Arithmetic Coding With Rust

2024-07-31

Arithmetic coding is an entropy coding technique. You can use it to compress text and binaries alike.

There's some interesting projects I was thinking of working on, but most of them seem to depend on some form of entropy coding, so I thought "why not implement it myself?" And I did.

The idea of entropy coding is to compress more common symbols with fewer bits and less common symbols with a few more bits, approaching the "entropy" of the entire message. Usually what's referred to is a kind of average entropy, but there's other ways of thinking about it, as well. This always has to do with probability modeling or prediction. Arithmetic coding uses these modeled probabilities to then encode some symbols. However, it is not the only technique for this, and there's others, such as Huffman coding and ANS. I may look at those later.

Arithmetic coding is interesting in that the implementation requires a little something extra. The basic principle is to code for conditional probabilities (fed by the model) into one long number within the range [0,1). The principle is sound but the limited accuracy of floating point becomes a problem for anything but the shortest of messages. That's why practical implementations are based around integer arithmetic, to provide for just enough accuracy.

For my implementation, I used the very well known CACM87 article on arithmetic coding, which details a similar implementation in C. It is in fact the only kind of implementation I've seen, although once you've seen it, you could probably figure out other ways of doing it, as well. My implementation is otherwise the same except I replaced the probability modeling data structures used in the article with a Fenwick tree. You can read about Fenwick trees from Mr. Fenwick himself, here. Long story short, the Fenwick tree is a very simple, elegant way to store cumulative frequencies. Even though it provides logarithmic access and updates, I'm not sure it provides that much of a speed advantage here because the amount of different symbols is usually not very large, so I believe most data structures you could use fit in the cache anyway. You'd have to measure it and see. I used it just because of how simple it is to implement.
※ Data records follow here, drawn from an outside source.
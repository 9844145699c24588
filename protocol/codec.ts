/**
 * MessagePack, in and out: the one caller of the MessagePack library. Bytes are scanned before they are decoded
 * (scan.ts); a schema judges what comes out (the caller's). Values are written in one form only (pack.ts), so equal
 * documents are equal bytes. The library's /unpack comes without its streams and its native reader of long text, which
 * start slowly and serve no document of ours.
 */
import { Unpackr } from 'msgpackr/unpack';
import { ProtocolError } from './errors.ts';
import { MAX_BUNDLE_BYTES, MAX_DEPTH, MAX_ITEMS } from './limits.ts';
import { packValue } from './pack.ts';
import { type ScanForm, type ScanLimits, scanMessagePack } from './scan.ts';

const DEFAULT_LIMITS: ScanLimits = { maxBytes: MAX_BUNDLE_BYTES, maxDepth: MAX_DEPTH, maxItems: MAX_ITEMS };

// The library's defaults read private extensions; everything beyond plain data is switched off.
const unpackr = new Unpackr({
  useRecords: false,
  structuredClone: false,
  mapsAsObjects: true,
  int64AsType: 'number',
  copyBuffers: true,
});

/**
 * Writes one plain value (null, booleans, finite numbers, text, Uint8Array, arrays, string-keyed maps) as MessagePack.
 * Equal values give equal bytes whatever the order of their keys.
 *
 * throws  ProtocolError 'encode' naming the path of a value that has no form
 */
export const encode = (value: unknown): Uint8Array => packValue(value);

/**
 * Reads one MessagePack value: sizes first, then the scan, then the library. Binary comes back as Uint8Array copies.
 *
 * units   limits in bytes, levels, values; the defaults are those of a bundle
 * throws  ProtocolError 'size', 'scan' (byte offset in details) or 'decode'
 * form    'own' accepts only what `encode` writes, so accepted bytes re-encode to themselves; 'any' is for payloads
 *         of other makers' equipment
 */
export const decode = (bytes: Uint8Array, limits: Partial<ScanLimits> = {}, form: ScanForm = 'own'): unknown => {
  scanMessagePack(bytes, { ...DEFAULT_LIMITS, ...limits }, form);
  try {
    // A plain view of its own: the library hangs a property on the object it reads from, and answers a Buffer with Buffers.
    return unpackr.unpack(new Uint8Array(bytes.buffer, bytes.byteOffset, bytes.byteLength));
  } catch (cause) {
    throw new ProtocolError('decode', `MessagePack data of ${bytes.length} bytes passed the scan but not the decoder`, {
      cause,
    });
  }
};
While I don't intend to exactly teach how arithmetic coding works (the articles should explain this very well in detail), here's some snippets. You can usually recognize CACM87-style implementations from this bit:

let lower = self.model.sum(s-1);
let upper = self.model.sum(s);
let denom = self.model.total();

let range = (self.high - self.low) + 1;
self.high = self.low + (range * upper) / denom - 1;
self.low  = self.low + (range * lower) / denom;
loop {
    if self.high < HALF {
        self.write_bit_plus_pending(false, bits_out)?;
    } else if self.low >= HALF {
        self.write_bit_plus_pending(true, bits_out)?;
    } else if (self.low >= FIRST_QTR) && (self.high < THIRD_QTR) {
        self.pending += 1;
        self.low -= FIRST_QTR;
        self.high -= FIRST_QTR;
    } else {
        break;
    }
    self.low = (self.low << 1) & TOP;
    self.high = (self.high << 1) & TOP | 1;
}

It's where the encoding of a symbol takes place. The decoder mirrors the encoder:

let range = (self.high - self.low) + 1;
let denom = self.model.total();
let cum = (((self.value - self.low) + 1) * denom - 1) / range;
let s = self.model.upper(cum);
let upper = self.model.sum(s);
let lower = self.model.sum(s-1);

self.high = self.low + (range * upper) / denom - 1;
self.low  = self.low + (range * lower) / denom;

loop {
    if self.high < HALF {
        // Do nothing
    } else if self.low >= HALF {
        self.value -= HALF;
        self.low -= HALF;
        self.high -= HALF;
    } else if (self.low >= FIRST_QTR) && (self.high < THIRD_QTR) {
        self.value -= FIRST_QTR;
        self.low -= FIRST_QTR;
        self.high -= FIRST_QTR;
    } else {
        break;
    }
    self.low <<= 1;
    self.high = (self.high << 1) | 1;

    if let Some(b) = bits_in.next_bit()? {
        self.value = (self.value << 1) | b as Value;
    } else {
        // input is "garbage" (zeroes)
        self.value <<= 1;
    }
}

The implementation is adaptive, in that it updates its frequencies as it encounters more symbols. There's a simple driver code bit that you can easily separate from the library it's using. The whole thing you can download from here. The work is licensed under the MIT license.

More efficient implementations would use different kinds of hacks to dispense with the slow integer division and replace it with some bitwise operations and possibly a lookup table, with some risk of losing accuracy regarding the probability model. In my experience, they're also somewhat obscure. Additionally, there's also better models you could use, or possibly either a binary or a range coder. Although range coders are more efficient, I'm not too interested in those just yet. I may look at the binary arithmetic coder later, if I find a cool application for it (it's called binary simply because there are only two symbols from which to choose). For now, the regular version of the arithmetic family of coders is enough.

Update: the code is now available on crates.io, here.